Oh, grenada, how you sing to me
That is, when people aren´t pouring booze on my head. This is how it went down.
(Alissa, walking back from park bathroom during botillon, where everyone goes to park and gets smashed)
Spanish Assholë: Tienes cigarollo?(cigerette)
Alissa: No fumo( i dont smoke)
Spanish Asshole: De dondes eres(where are you from)
Alissa: Chicago
THen the spanish asshole´s friend poured some of his rum and coke on my head.
WHO DOES THAT!
That was a mild disturbance of the night. The greater one was realizing that between highschool and now, it apparently it possible to become a wholly different person. A friend i met in grenada, who i havent seen in years, used to be intelligent, well-spoken, and basically not a buffoon(sp?). Not anymore. We saw a fubal game together, the real madrid and barcelona game(INTENSE!) and he just went off about soccer and players knowing a smidge more than nothing. I used to play, i knew more than him and i wasnt tearing everyone´s ears from their sockets. Do ears have sockets? hmm. But that could also be that i´´ve become accustomed to listenign along more here. What´s that quote though? Ah yes
¨¨I´d rather say nothing and have people think me a fool, than speak up and remove all doubt. ¨´
The dumbest thing he said all night was how he and his friend, while in a small beach town, had been ¨´date raped by fat chicks.¨¨ I asked if it would have been better if it had been by a ´´not fat chick´´´and he said , gee alissa even you have to admit that for one night stands its all physical.

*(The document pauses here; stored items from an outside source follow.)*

"""Is this a corner that can be built? What is impossible is refused, what is odd becomes a remark."""

from __future__ import annotations

from collections.abc import Callable
from itertools import combinations

import numpy as np

from toewright.core.types import FloatArray
from toewright.model.axle import Axle, Corner
from toewright.model.errors import InputError

COINCIDENT = 0.01
"""Two joints nearer than this (mm) are one point."""

LEAST_LEVER = 1.0
"""A joint nearer than this (mm) to the axis it should turn about gives no lever."""

SMALLEST_SPREAD, LARGEST_SPREAD = 60.0, 4000.0
"""Extent of a corner's points (mm): a model car's and a heavy lorry's corner lie inside."""

SMALLEST_RADIUS, LARGEST_RADIUS = 40.0, 1500.0
"""Loaded radius (mm), likewise."""

Refuse = Callable[[str, str], InputError]


def _axis_distance(point: FloatArray, first: FloatArray, second: FloatArray) -> float:
    direction = (second - first) / np.linalg.norm(second - first)
    offset = point - first
    return float(np.linalg.norm(offset - direction * (offset @ direction)))


def check_corner(corner: Corner, file: str, key: str) -> None:
    """Refuse a corner that the solver could not mean anything with.

    Raises:
        InputError: coincident points, a pivot axis without length, a joint without a lever, the wrong side, a steering axis that
            lies flat or upside down.
    """
    points = corner.points
    for first, second in combinations(points, 2):
        distance = float(np.linalg.norm(points[first] - points[second]))
        if distance < COINCIDENT:
            raise InputError(
                f"{file}: {key}.points: {first} and {second} coincide ({distance:.3g} mm apart); move one of them"
            )
    for name, point in points.items():
        if name != "tie_rod_inner" and point[1] * corner.sign < 0.0:
            raise InputError(
                f"{file}: {key}.points.{name}: y = {point[1]:+.6g} mm (ISO 8855, + to the left) is on the other side of the car "
                f"than a {corner.side} corner; change its sign, or put the point under the other side"
            )
    for arm in ("upper", "lower"):
        if f"{arm}_ball_joint" not in points:
            continue
        front, rear, ball = (points[f"{arm}_{part}"] for part in ("pivot_front", "pivot_rear", "ball_joint"))
        if _axis_distance(ball, front, rear) < LEAST_LEVER:
            raise InputError(
                f"{file}: {key}.points.{arm}_ball_joint lies on the axis of its own pivots, so the {arm} arm has no length; "
                f"check it against {arm}_pivot_front and {arm}_pivot_rear"
            )
    lower = points["lower_ball_joint"]
    top_name = "upper_ball_joint" if corner.kind == "double-wishbone" else "strut_top_mount"
    top = points[top_name]
    rise = float(top[2] - lower[2])
    if rise < 0.2 * float(np.linalg.norm(top - lower)):
        raise InputError(
            f"{file}: {key}.points.{top_name}: is {rise:+.6g} mm above lower_ball_joint, so the steering axis does not stand up; "
            f"check the z of both (up is +) and that they are not exchanged"
        )
    if _axis_distance(points["tie_rod_outer"], lower, top) < LEAST_LEVER:
        raise InputError(
            f"{file}: {key}.points.tie_rod_outer lies on the steering axis, so the tie rod can't steer; move it off the line "
            f"lower_ball_joint - {top_name}"
        )


def check_size(axle: Axle, file: str, unit: str) -> None:
    """Refuse numbers of the wrong order of magnitude.

    Raises:
        InputError: where the points or the radius look like another unit.
    """
    for corner in (axle.left, axle.right):
        stack = np.array(list(corner.points.values()))
        spread = float(np.max(np.ptp(stack, axis=0)))
        if not SMALLEST_SPREAD <= spread <= LARGEST_SPREAD:
            raise InputError(
                f"{file}: length_unit = {unit!r}: the points of the {corner.side} corner span {spread:.4g} mm, which no car has; "
                f"{_unit_guess(spread, unit)}"
            )
    radius = axle.wheel.loaded_radius
    if not SMALLEST_RADIUS <= radius <= LARGEST_RADIUS:
        raise InputError(f"{file}: wheel.loaded_radius: {radius:.4g} mm is no wheel's; {_unit_guess(radius, unit)}")


def _unit_guess(size: float, unit: str) -> str:
    raw = size / {"mm": 1.0, "m": 1000.0, "in": 25.4}[unit]
    for name, factor in (("mm", 1.0), ("m", 1000.0), ("in", 25.4)):
        if name != unit and 100.0 <= raw * factor <= 2000.0:
            return f'these look like {name}: set length_unit = "{name}"'
    return "check the numbers and length_unit"


def find_remarks(axle: Axle) -> tuple[str, ...]:
    """What is possible but odd, each one sentence with a remedy."""
    remarks: list[str] = []
    corners = (axle.left,) if axle.symmetric else (axle.left, axle.right)
    radius = axle.wheel.loaded_radius
    for corner in corners:
        points, side = corner.points, corner.side
        height = float(points["wheel_centre"][2])
        if abs(height - radius) > 0.2 * radius:
            remarks.append(
                f"{side}: wheel_centre is {height:.1f} mm above z = 0 but loaded_radius is {radius:.1f} mm: if z = 0 is the road, "
                "one of them is wrong (angles and paths do not depend on it)"
            )
        if corner.points["tie_rod_inner"][1] * corner.sign < 0.0:
            remarks.append(
                f"{side}: tie_rod_inner lies beyond the car's centre plane; right only for a rack with centre joints"
            )
        for arm in ("upper", "lower"):
            if f"{arm}_ball_joint" not in points:
                continue
            front, rear = points[f"{arm}_pivot_front"], points[f"{arm}_pivot_rear"]
            ball = points[f"{arm}_ball_joint"]
            if front[0] < rear[0]:
                remarks.append(
                    f"{side}: {arm}_pivot_front is behind {arm}_pivot_rear: check that they are not exchanged"
                )
            middle = 0.5 * (front + rear)
            if abs(ball[1]) < max(abs(front[1]), abs(rear[1])):
                remarks.append(f"{side}: {arm}_ball_joint is inboard of the {arm} pivots: check their y")
            slope = float(np.degrees(np.arctan2(ball[2] - middle[2], abs(ball[1] - middle[1]))))
            if arm == "lower" and slope < -20.0:
                remarks.append(
                    f"{side}: the lower arm falls {-slope:.0f} deg outward, as at full droop: take the points at the design height"
                )
        if abs(points["wheel_centre"][1]) < abs(points["lower_ball_joint"][1]):
            remarks.append(f"{side}: wheel_centre is inboard of lower_ball_joint: check their y")
    if abs(axle.setup.toe_in) > 3.0:
        remarks.append(
            f"setup.toe_in = {axle.setup.toe_in:+.3g} deg each wheel is unusually large: degrees, not mm, are meant"
        )
    if axle.rack is not None and abs(float(axle.rack.axis[1])) < 0.9:
        remarks.append("rack.axis is more than 25 deg from the car's y axis: check it")
    if axle.wheel.rim_diameter is not None and axle.wheel.rim_diameter > 2.0 * radius:
        remarks.append(
            f"wheel.rim_diameter {axle.wheel.rim_diameter:.0f} mm is larger than the tyre ({2 * radius:.0f} mm across): a diameter is meant"
        )
    return tuple(remarks)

Clearly what happened, is that he got drunk, made a poor choice, and now wants to shirk responsability for it. But by no means is he a victim here! I don´t know, i remember him being, well and maybe im the naive one here, but nicer. More noble, or something. Ok, and now i sound prissy. Ah well. I ended up going with juan(my spanish friend from ire) to a bar with his cousins and it was loud, crowded, and stuffy but other than that good. Hmm i seem to have dipped into a negative mood. But, its just that each day here i really try my best to survive. I try my best not to cry and give up because this is the hardest thing i´ve done in my life. Give me back my thesis, my improv mag and my internship. Double, triple the work. I promise, it would have been easier.
Last night, park of the park was on a hill. I looked down and saw little spanish dots of color. Drinking, laughing, and i felt like a watcher. That, i´ve become a watcher an observer in these past 7 weeks. And, while i know am rich with material to write about, i wonder if misery really is necessary for good fiction.
ps off to morroco(i hope) in 2 weeks!